1. La crisis económica y la falta de liderazgo están pasando factura al PSOE, que día a día ve cómo su apoyo electoral disminuye. En concreto, el PSOE perdería entre 6 y 8 puntos, según las distintas encuestas, con respecto a ese 44% que obtuvo en las elecciones generales de 2008. Se trata de una pérdida importante, sin ninguna duda, pero tampoco es el desplome que cabría esperar para un partido que ha llevado a la Nación a la quiebra económica e institucional.

2. El Partido Popular, por su parte, sólo consigue parcialmente recoger ese voto descontento. Si mañana se celebraran elecciones, el PP subiría, según las distintas encuestas, entre un 0,5% y un 3,5% de los votos.

3. ¿Y dónde están yendo esos votos que ya no van a parar al PSOE, pero que tampoco cosecha el PP? Pues básicamente a dos sitios: por un lado, a Izquierda Unida, que subiría entre 1 y 2 puntos; y por otro lado a UPyD, que duplicaría (según la encuesta de El Mundo) o cuadruplicaría (según la encuesta del CIS) sus resultados de 2008, empezando a disputar a Izquierda Unida el puesto de tercera fuerza política.

Con estos resultados, si mañana se celebraran elecciones, el Partido Popular sería el claro vencedor, pero sin la necesaria mayoría absoluta que le permitiera gobernar sin pagar peaje a los nacionalistas. La duda es si la subida de UPyD será suficiente como para poder sustentar un gobierno en coalición con el PP.

En condiciones normales, estando España en grave riesgo de quiebra y camino de los cinco millones de parados, el Partido Popular tendría que estar 20 puntos por delante del PSOE. ¿Tiene sentido entonces que, con la que está cayendo, cada décima adicional de distancia entre el PP y el PSOE cueste un auténtico triunfo? Pues la verdad es que sí. Tiene bastante sentido.
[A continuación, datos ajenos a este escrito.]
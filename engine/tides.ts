// One door to high and low waters and to heights, for reference and secondary ports alike.
// Reference ports: the harmonic predictor and its extrema. Secondary ports: events from the
// reference port's events by interpolated differences (./secondary.ts), heights by the cosine curve.
import { findExtrema } from './extrema.js';
import type { EngineContext } from './context.js';
import { compilePredictor } from './predict.js';
import {
  referencePortOf, secondaryEventsFrom, secondaryPaddingMs, type StationLookup,
} from './secondary.js';
import type { ReferenceStation, SecondaryStation, Station, TideEvent } from './types.js';
import { itemAt } from './item.js';

export type { StationLookup } from './secondary.js';

type Predictor = ReturnType<typeof compilePredictor>;

const DAY = 86_400_000;

/** The compiled harmonic predictor of a reference port, kept in the context per station object. */
export function predictorFor(station: ReferenceStation, ctx?: EngineContext): Predictor {
  let p = ctx?.predictors.get(station);
  if (!p) {
    p = compilePredictor(station);
    ctx?.predictors.set(station, p);
  }
  return p;
}

/** The reference port whose constants drive a station: itself, or a secondary port's reference. */
export function harmonicStationOf(station: Station, set: StationLookup): ReferenceStation {
  return station.kind === 'reference' ? station : referencePortOf(station, set);
}

/** Every high and low water with from ≤ time < to (UTC ms), in time order. */
export function tideEvents(
  station: Station, set: StationLookup, from: number, to: number, ctx?: EngineContext,
): TideEvent[] {
  if (!(to > from)) return [];
  if (station.kind === 'reference') return findExtrema(predictorFor(station, ctx), from, to);
  return secondaryEventsBetween(station, set, from, to, ctx);
}

function secondaryEventsBetween(
  station: SecondaryStation, set: StationLookup, from: number, to: number, ctx?: EngineContext,
): TideEvent[] {
  const reference = referencePortOf(station, set);
  const pad = secondaryPaddingMs(station);
  const refEvents = findExtrema(predictorFor(reference, ctx), from - pad, to + pad);
  return secondaryEventsFrom(refEvents, reference, station).filter((e) => e.time >= from && e.time < to);
}

/**
 * Heights at start + i·stepMs for i < count. Reference ports: the harmonic prediction. Secondary
 * ports: the curve an almanac draws between its own high and low waters,
 * h = h1 + (h2 − h1)(1 − cos(π(t − t1)/(t2 − t1)))/2 — a drawing aid, not a harmonic prediction.
 */
export function tideHeights(
  station: Station, set: StationLookup, start: number, stepMs: number, count: number, ctx?: EngineContext,
): Float64Array {
  if (station.kind === 'reference') return predictorFor(station, ctx).heights(start, stepMs, count);
  const end = start + stepMs * Math.max(0, count - 1);
  const events = secondaryEventsBetween(station, set, Math.min(start, end) - 2 * DAY, Math.max(start, end) + 2 * DAY, ctx);
  return cosineCurve(events, start, stepMs, count);
}

/** Heights between consecutive events by the half-cosine curve; samples must lie inside the events. */
export function cosineCurve(
  events: readonly TideEvent[], start: number, stepMs: number, count: number,
): Float64Array {
  const out = new Float64Array(count);
  if (events.length < 2) {
    out.fill(Number.NaN);
    return out;
  }
  let j = 0;
  for (let i = 0; i < count; i++) {
    const t = start + i * stepMs;
    // Samples are usually ascending; step back if a negative step walks the other way.
    while (j > 0 && t < itemAt(events, j, 'events').time) j--;
    while (j < events.length - 2 && t >= itemAt(events, j + 1, 'events').time) j++;
    const a = itemAt(events, j, 'events');
    const b = itemAt(events, j + 1, 'events');
    if (t < a.time || t > b.time) {
      out[i] = Number.NaN;
      continue;
    }
    const span = b.time - a.time;
    const x = span > 0 ? (t - a.time) / span : 0;
    out[i] = a.height + (b.height - a.height) * (1 - Math.cos(Math.PI * x)) / 2;
  }
  return out;
}
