// Springs and neaps from the station's own predicted range: the fortnightly envelope of the daily
// range, its peaks (springs) and troughs (neaps), each paired with the syzygy or quadrature it follows.
import type { DaySpan } from './sky.js';
import type { MoonPhaseName, SpringNeapKind, TideEvent } from './types.js';
import { itemAt, numberAt } from './item.js';

const HOUR = 3_600_000;
// Half the envelope window: peaks of a fortnightly envelope stand at least ~10 days apart.
const HALF_WINDOW_DAYS = 5;
// The envelope's day value is taken over the day's middle ± 13 h, so every day holds at least one
// high and one low water even where the tide is diurnal (period 24.84 h) or the day has 23 hours.
const ENVELOPE_HALF_SPAN = 13 * HOUR;

export interface QuarterInstant {
  time: number; // UTC ms
  phase: MoonPhaseName;
}

export interface SpringNeapMarker {
  date: string;
  kind: SpringNeapKind;
  time: number; // UTC ms of the envelope's peak or trough (refined between day centres)
  envelope: number; // higher high minus lower low around that day, metres
  astronomical: number; // UTC ms of the syzygy (spring) or quadrature (neap) it belongs to
  astronomicalPhase: MoonPhaseName;
  lagHours: number; // time − astronomical
}

/** Largest range between consecutive high and low waters with at least one of them in [start, end). */
export function dayRange(events: readonly TideEvent[], start: number, end: number): number | null {
  let best: number | null = null;
  for (let i = 0; i + 1 < events.length; i++) {
    const a = itemAt(events, i, 'events');
    const b = itemAt(events, i + 1, 'events');
    if (b.time < start || a.time >= end || a.type === b.type) continue;
    if (!((a.time >= start && a.time < end) || (b.time >= start && b.time < end))) continue;
    const r = Math.abs(a.height - b.height);
    if (best === null || r > best) best = r;
  }
  return best;
}

/** Higher high minus lower low within [from, to), NaN without both. Events in time order. */
function highLowSpread(events: readonly TideEvent[], from: number, to: number, first: number): number {
  let hi = -Infinity;
  let lo = Infinity;
  for (let i = first; i < events.length && itemAt(events, i, 'events').time < to; i++) {
    const e = itemAt(events, i, 'events');
    if (e.time < from) continue;
    if (e.type === 'high') hi = Math.max(hi, e.height);
    else lo = Math.min(lo, e.height);
  }
  return hi > -Infinity && lo < Infinity ? hi - lo : Number.NaN;
}

/** The envelope of daily range: higher high − lower low around each day, then smoothed 1-2-1. */
export function rangeEnvelope(events: readonly TideEvent[], days: readonly DaySpan[]): { raw: Float64Array; smooth: Float64Array } {
  const n = days.length;
  const raw = new Float64Array(n);
  let first = 0;
  for (let j = 0; j < n; j++) {
    const mid = (itemAt(days, j, 'days').start + itemAt(days, j, 'days').end) / 2;
    while (first < events.length && itemAt(events, first, 'events').time < mid - ENVELOPE_HALF_SPAN) first++;
    raw[j] = highLowSpread(events, mid - ENVELOPE_HALF_SPAN, mid + ENVELOPE_HALF_SPAN, first);
  }
  const smooth = new Float64Array(n);
  for (let j = 0; j < n; j++) {
    const a = numberAt(raw, Math.max(0, j - 1), 'raw');
    const b = numberAt(raw, j, 'raw');
    const c = numberAt(raw, Math.min(n - 1, j + 1), 'raw');
    smooth[j] = (a + 2 * b + c) / 4;
  }
  return { raw, smooth };
}

interface Turn { index: number; kind: SpringNeapKind }

// Peaks and troughs: extreme within ± HALF_WINDOW_DAYS (first of equal values wins), then forced to
// alternate, keeping the more extreme of two neighbours of the same kind.
function turningPoints(s: Float64Array): Turn[] {
  const turns: Turn[] = [];
  // Only where the whole window fits: a truncated window near the ends would invent turning points.
  for (let j = HALF_WINDOW_DAYS; j + HALF_WINDOW_DAYS < s.length; j++) {
    let isMax = true;
    let isMin = true;
    for (let k = j - HALF_WINDOW_DAYS; k <= j + HALF_WINDOW_DAYS; k++) {
      if (k === j) continue;
      if (numberAt(s, k, 's') > numberAt(s, j, 's') || (k < j && s[k] === s[j])) isMax = false;
      if (numberAt(s, k, 's') < numberAt(s, j, 's') || (k < j && s[k] === s[j])) isMin = false;
    }
    if (Number.isNaN(numberAt(s, j, 's'))) continue;
    if (isMax) turns.push({ index: j, kind: 'spring' });
    else if (isMin) turns.push({ index: j, kind: 'neap' });
  }
  const out: Turn[] = [];
  for (const t of turns) {
    const last = out[out.length - 1];
    if (last && last.kind === t.kind) {
      const better = t.kind === 'spring' ? numberAt(s, t.index, 's') > numberAt(s, last.index, 's') : numberAt(s, t.index, 's') < numberAt(s, last.index, 's');
      if (better) out[out.length - 1] = t;
    } else out.push(t);
  }
  return out;
}

// Vertex of the parabola through three equally spaced samples, as an offset in samples (−0.5..0.5).
function parabolicOffset(a: number, b: number, c: number): number {
  const den = a - 2 * b + c;
  if (!(Math.abs(den) > 1e-12)) return 0;
  return Math.max(-0.5, Math.min(0.5, (0.5 * (a - c)) / den));
}

/**
 * Spring and neap markers. `days` must reach about ten days beyond the span wanted (edges cannot
 * show a turning point); `quarters` must cover the days and some days before. `expectedLagHours`
 * (the age of the tide from the constants) picks which syzygy or quadrature a marker belongs to:
 * the one whose lag is closest to it.
 */
export function springNeapMarkers(
  events: readonly TideEvent[],
  days: readonly DaySpan[],
  quarters: readonly QuarterInstant[],
  expectedLagHours: number,
): SpringNeapMarker[] {
  const { raw, smooth } = rangeEnvelope(events, days);
  const out: SpringNeapMarker[] = [];
  for (const turn of turningPoints(smooth)) {
    const j = turn.index;
    const mid = (k: number) => (itemAt(days, k, 'days').start + itemAt(days, k, 'days').end) / 2;
    const delta = parabolicOffset(numberAt(smooth, j - 1, 'smooth'), numberAt(smooth, j, 'smooth'), numberAt(smooth, j + 1, 'smooth'));
    const time = mid(j) + (delta >= 0 ? delta * (mid(j + 1) - mid(j)) : delta * (mid(j) - mid(j - 1)));
    const wanted = turn.kind === 'spring' ? ['new', 'full'] : ['first-quarter', 'last-quarter'];
    let best: QuarterInstant | null = null;
    for (const q of quarters) {
      if (!wanted.includes(q.phase)) continue;
      const miss = Math.abs((time - q.time) / HOUR - expectedLagHours);
      if (!best || miss < Math.abs((time - best.time) / HOUR - expectedLagHours)) best = q;
    }
    if (!best) continue;
    out.push({
      date: itemAt(days, j, 'days').date,
      kind: turn.kind,
      time: Math.round(time),
      envelope: numberAt(raw, j, 'raw'),
      astronomical: best.time,
      astronomicalPhase: best.phase,
      lagHours: (time - best.time) / HOUR,
    });
  }
  return out;
}
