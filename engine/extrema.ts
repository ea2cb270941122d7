// High and low waters: the zeros of the rate of rise h′(t) of the prediction kernel where it changes sign.
//
// Every true extremum of the harmonic sum is reported, however small: a stand with a tiny wiggle gives a
// high, a low and a high seconds to minutes apart, because that is what the predicted curve does (a
// publication may choose to merge them; the engine does not hide them). A horizontal inflection (h′
// touching zero without changing sign) is not an extremum and gives no event.
//
// Method. Each day window of the kernel is scanned on a grid where the fastest constituent turns
// GRID_TURN radians per step, with h′ and h″ at every grid point from the phasor recurrence. With
// M = Σ|λ|³·fH, a bound on |h‴|, an interval is proved free of zeros of h′ (a second-order bound from both
// ends) or proved to hold exactly one (h′ changes sign while h″ provably keeps its sign). Any other
// interval is expanded in a Taylor series about its midpoint (exact to rounding: the grid turn is small)
// and bisected on that polynomial under the same two proofs until each piece is settled. Roots are then
// polished by Newton's method inside the bracket, with bisection as the fallback, to 1e-8 h (36 µs).

import { MS_PER_DAY, newWindow, type PhasorWindow, type Predictor } from './predict.js';
import type { TideEvent } from './types.js';

const MS_PER_HOUR = 3_600_000;
const GRID_TURN = 1; // radians of the fastest constituent per grid step
const ROOT_TOLERANCE_H = 1e-8; // polishing stops when the bracket is this narrow (hours)
const SPLIT_FLOOR_H = 1e-6; // pieces narrower than 3.6 ms are not split further

/** Zeros of h′ cannot lie in [0, L] (measured from a) when both ends and the curvature bound say so. */
function provedNoZero(da: number, db: number, ca: number, cb: number, L: number, M: number): boolean {
  const slack = (M * L * L) / 8;
  if (da > 0 && db > 0) return da + (ca * L) / 2 - slack > 0 && db - (cb * L) / 2 - slack > 0;
  if (da < 0 && db < 0) return -da - (ca * L) / 2 - slack > 0 && -db + (cb * L) / 2 - slack > 0;
  return false;
}

/** h″ keeps one sign on the interval, so h′ is monotone there. */
function provedMonotone(ca: number, cb: number, L: number, M: number): boolean {
  if (ca > 0 && cb > 0) return ca + cb - M * L > 0;
  if (ca < 0 && cb < 0) return -ca - cb - M * L > 0;
  return false;
}

/** Taylor polynomial of the oscillating part of h about an interval's midpoint, with h′ and h″. */
interface Taylor {
  coef: Float64Array; // h(mid + τ) − Z0 = Σ coef[n]·τⁿ, τ in hours
  degree: number;
  value: number; // results of the last evaluate()
  d1: number;
  d2: number;
}

function evaluate(p: Taylor, tau: number): void {
  const a = p.coef;
  let v = a[p.degree]!;
  let d1 = 0;
  let d2 = 0;
  for (let n = p.degree - 1; n >= 0; n--) {
    d2 = d2 * tau + d1;
    d1 = d1 * tau + v;
    v = v * tau + a[n]!;
  }
  p.value = v;
  p.d1 = d1;
  p.d2 = 2 * d2;
}

/** Newton's method inside a bracket [lo, hi] of h′, bisection when a step leaves it. */
function polishRoot(p: Taylor, lo: number, hi: number, dlo: number, dhi: number): number {
  const rising = dlo > 0;
  let x = dhi !== dlo ? lo - (dlo * (hi - lo)) / (dhi - dlo) : (lo + hi) / 2;
  if (!(x > lo && x < hi)) x = (lo + hi) / 2;
  for (let iter = 0; iter < 200 && hi - lo > ROOT_TOLERANCE_H; iter++) {
    evaluate(p, x);
    if (p.d1 > 0 === rising) lo = x;
    else hi = x;
    const step = p.d2 !== 0 ? p.d1 / p.d2 : Infinity;
    const next = x - step;
    if (Math.abs(step) < ROOT_TOLERANCE_H / 4 && next > lo && next < hi) return next;
    x = next > lo && next < hi ? next : (lo + hi) / 2;
  }
  return (lo + hi) / 2;
}

interface Scratch {
  X: Float64Array;
  Y: Float64Array;
  D: Float64Array;
  C: Float64Array;
  halfC: Float64Array;
  halfS: Float64Array;
  taylor: Taylor;
  stack: number[];
}

/** All high and low waters in [start, end) (UTC ms), in time order. */
export function findExtrema(predictor: Predictor, start: number, end: number): TideEvent[] {
  const events: TideEvent[] = [];
  const n = predictor.names.length;
  if (!(end > start) || n === 0) return events;
  const maxSteps = Math.max(1, Math.ceil((24 * predictor.fastestSpeed) / GRID_TURN));
  const scratch: Scratch = {
    X: new Float64Array(n * (maxSteps + 1)),
    Y: new Float64Array(n * (maxSteps + 1)),
    D: new Float64Array(maxSteps + 1),
    C: new Float64Array(maxSteps + 1),
    halfC: new Float64Array(n),
    halfS: new Float64Array(n),
    taylor: { coef: new Float64Array(64), degree: 0, value: 0, d1: 0, d2: 0 },
    stack: [],
  };
  const w = newWindow(n);
  let carried: number | null = null; // h′ at the end of the previous window: the one value both windows use
  for (let ws = start; ws < end; ws += MS_PER_DAY) {
    const we = Math.min(ws + MS_PER_DAY, end);
    carried = scanWindow(predictor, predictor.window(ws, we, w), scratch, carried, events);
  }
  return events.filter((e) => e.time >= start && e.time < end);
}

function scanWindow(
  predictor: Predictor,
  w: PhasorWindow,
  s: Scratch,
  carried: number | null,
  events: TideEvent[],
): number {
  const n = w.re.length;
  const L = (w.end - w.start) / MS_PER_HOUR;
  const steps = Math.max(1, Math.ceil((L * predictor.fastestSpeed) / GRID_TURN));
  const dt = L / steps;
  const cols = steps + 1;
  const { X, Y, D, C, halfC, halfS } = s;
  D.fill(0, 0, cols);
  C.fill(0, 0, cols);
  let M = 0;
  let fastestRate = 0;
  for (let k = 0; k < n; k++) {
    const beta = w.beta[k]!;
    const omega = w.omega[k]!;
    const rate = Math.sqrt(beta * beta + omega * omega);
    fastestRate = Math.max(fastestRate, rate);
    const size = Math.sqrt(w.re[k]! * w.re[k]! + w.im[k]! * w.im[k]!);
    M += rate * rate * rate * size * (1 + 2 * Math.abs(beta) * L); // bounds e^{|β|L}: |β|L < 1e-3
    const half = (beta * dt) / 2;
    const g = 1 + half * (1 + half / 2); // e^{β·dt/2}, |β·dt/2| < 1e-5
    const hc = g * Math.cos((omega * dt) / 2);
    const hs = g * Math.sin((omega * dt) / 2);
    halfC[k] = hc;
    halfS[k] = hs;
    const rc = hc * hc - hs * hs;
    const rs = 2 * hc * hs;
    // Re(λz) and Re(λ²z) for λ = β + iω
    const a1 = beta;
    const b1 = -omega;
    const a2 = beta * beta - omega * omega;
    const b2 = -2 * beta * omega;
    let x = w.re[k]!;
    let y = w.im[k]!;
    const row = k * cols;
    for (let j = 0; j < cols; j++) {
      X[row + j] = x;
      Y[row + j] = y;
      D[j]! += a1 * x + b1 * y;
      C[j]! += a2 * x + b2 * y;
      const t = x * rc - y * rs;
      y = x * rs + y * rc;
      x = t;
    }
  }
  M *= 1 + 1e-12;
  // Taylor degree: the truncated h″ term (θ/2)^(K−1)/(K−1)! stays below 1e-17 of the sum's size
  const theta = (fastestRate * dt) / 2;
  let degree = 1;
  for (let term = 1; term > 1e-17 && degree < 60; degree++) term *= theta / degree; // term = θ^(degree−1)/(degree−1)!
  degree = Math.max(degree, 4);

  for (let j = 0; j < steps; j++) {
    const da = j === 0 && carried !== null ? carried : D[j]!;
    const db = D[j + 1]!;
    const ca = C[j]!;
    const cb = C[j + 1]!;
    const sameSign = da > 0 === db > 0;
    if (sameSign && provedNoZero(da, db, ca, cb, dt, M)) continue;
    buildTaylor(s, w, n, cols, j, degree);
    isolate(s, predictor.meanLevel, w.start + (j + 0.5) * dt * MS_PER_HOUR, dt, da, db, ca, cb, M, events);
  }
  return D[steps]!;
}

function buildTaylor(s: Scratch, w: PhasorWindow, n: number, cols: number, j: number, degree: number): void {
  const coef = s.taylor.coef;
  coef.fill(0, 0, degree + 1);
  for (let k = 0; k < n; k++) {
    const x0 = s.X[k * cols + j]!;
    const y0 = s.Y[k * cols + j]!;
    // phasor at the midpoint: half a step on from the grid point
    let x = x0 * s.halfC[k]! - y0 * s.halfS[k]!;
    let y = x0 * s.halfS[k]! + y0 * s.halfC[k]!;
    const beta = w.beta[k]!;
    const omega = w.omega[k]!;
    for (let m = 0; m <= degree; m++) {
      coef[m]! += x;
      const t = x * beta - y * omega;
      y = x * omega + y * beta;
      x = t;
    }
  }
  let factorial = 1;
  for (let m = 1; m <= degree; m++) {
    factorial *= m;
    coef[m]! /= factorial;
  }
  s.taylor.degree = degree;
}

/** Settle the interval [mid − L/2, mid + L/2] on the Taylor polynomial; push its events in time order. */
function isolate(
  s: Scratch,
  z0: number,
  midMs: number,
  L: number,
  da: number,
  db: number,
  ca: number,
  cb: number,
  M: number,
  events: TideEvent[],
): void {
  const p = s.taylor;
  const stack = s.stack;
  stack.length = 0;
  stack.push(-L / 2, L / 2, da, db, ca, cb);
  while (stack.length > 0) {
    const chi = stack.pop()!;
    const clo = stack.pop()!;
    const dhi = stack.pop()!;
    const dlo = stack.pop()!;
    const hi = stack.pop()!;
    const lo = stack.pop()!;
    const width = hi - lo;
    if (dlo > 0 === dhi > 0) {
      if (width < SPLIT_FLOOR_H || provedNoZero(dlo, dhi, clo, chi, width, M)) continue;
    } else if (width < SPLIT_FLOOR_H || provedMonotone(clo, chi, width, M)) {
      const tau = polishRoot(p, lo, hi, dlo, dhi);
      evaluate(p, tau);
      events.push({ time: Math.round(midMs + tau * MS_PER_HOUR), type: dlo > 0 ? 'high' : 'low', height: z0 + p.value });
      continue;
    }
    const mid = (lo + hi) / 2;
    evaluate(p, mid);
    const dm = p.d1;
    const cm = p.d2;
    stack.push(mid, hi, dm, dhi, cm, chi); // right half waits
    stack.push(lo, mid, dlo, dm, clo, cm); // left half first: events come out in time order
  }
}
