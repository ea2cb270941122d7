// Station files: zod schema, YAML loader, station sets with references resolved, and the checks
// behind `tidewright check`. Every rejection is a StationFileError naming file, field and fix.

export { parseStation, parseAnyStation, checkStationText, type StationFileCheck } from './stations/parse.js';
export {
  loadStationFile,
  loadAnyStationFile,
  loadStationSet,
  checkStationSet,
  setProblems,
  stationFilesIn,
  PROJECT_FILE_NAME,
  type StationSet,
  type StationSetCheck,
} from './stations/set.js';
export { suspiciousConstants, distanceKm, lowestOfYear } from './stations/suspicious.js';
export { STATION_ID_PATTERN, DEFAULT_DATUM_EPOCH, idFromText, TEXT_LIMITS } from './stations/schema.js';
export { MAX_STATION_FILE_BYTES } from './stations/set.js';
export { nearestName } from './stations/suggest.js';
Teniendo en cuenta la desastrosa oposición que el PP está haciendo, parece casi un milagro que haya logrado colocarse por delante del PSOE.

Porque la estrategia meliflua, tontita y apática de Rajoy – si es que Rajoy tiene una estrategia, cosa que dudo sinceramente – probablemente esté consiguiendo captar algunos votos entre el electorado menos sectario y más desencantado del PSOE, pero a costa de perder un número de votos similar por su derecha, de toda esa gente que está harta de que le tomen el pelo, de que le engañen con promesas electorales de cambio que luego no se cumplen (como ha sucedido en Galicia) y de que les consideren, en definitiva, como votantes cautivos.

En la encuesta que hoy publica El País, hay un dato bastante revelador: el 54% de los votantes socialistas se fía poco o nada de José Luis Rodríguez Zapatero. Pero es que el 60% de los votantes del PP se fía poco o nada de Mariano Rajoy. Con lo cual, el panorama con el que España va a tener que enfrentarse a una situación de posible quiebra del Estado no puede ser más desolador: estamos haciendo frente a la mayor crisis de nuestra Historia con un Gobierno y una Oposición de los que no se fían ni sus propios votantes.

¿Quién va a poder, entonces, exhibir la capacidad de liderazgo necesaria para encarar los problemas, para proponer las soluciones y para transmitir a la gente la confianza en que, aunque ahora haya que hacer sacrificios, en el futuro las cosas volverán a mejorar?

¿Quién va a ser capaz de señalarnos la luz al final del túnel y de convencernos de que conoce el camino de salida?

¿Quién tiene la inteligencia, la mesura y la determinación que hacen falta para sacarnos de esta crisis económica, institucional y moral?

Habrá que estar atentos a la evolución de los acontecimientos. Las citas electorales comienzan este año con unos comicios catalanes marcados por la incertidumbre. Veremos lo que dan de sí.

En cualquier caso, como los dos principales partidos sigan ganándose a pulso la desconfianza de sus votantes, no estarán haciendo sino abonar el terreno para el surgimiento de nuevas formaciones políticas que los sustituyan.

Lo cual, a estas alturas, tampoco me parece tan mala solución, qué quieren que les diga.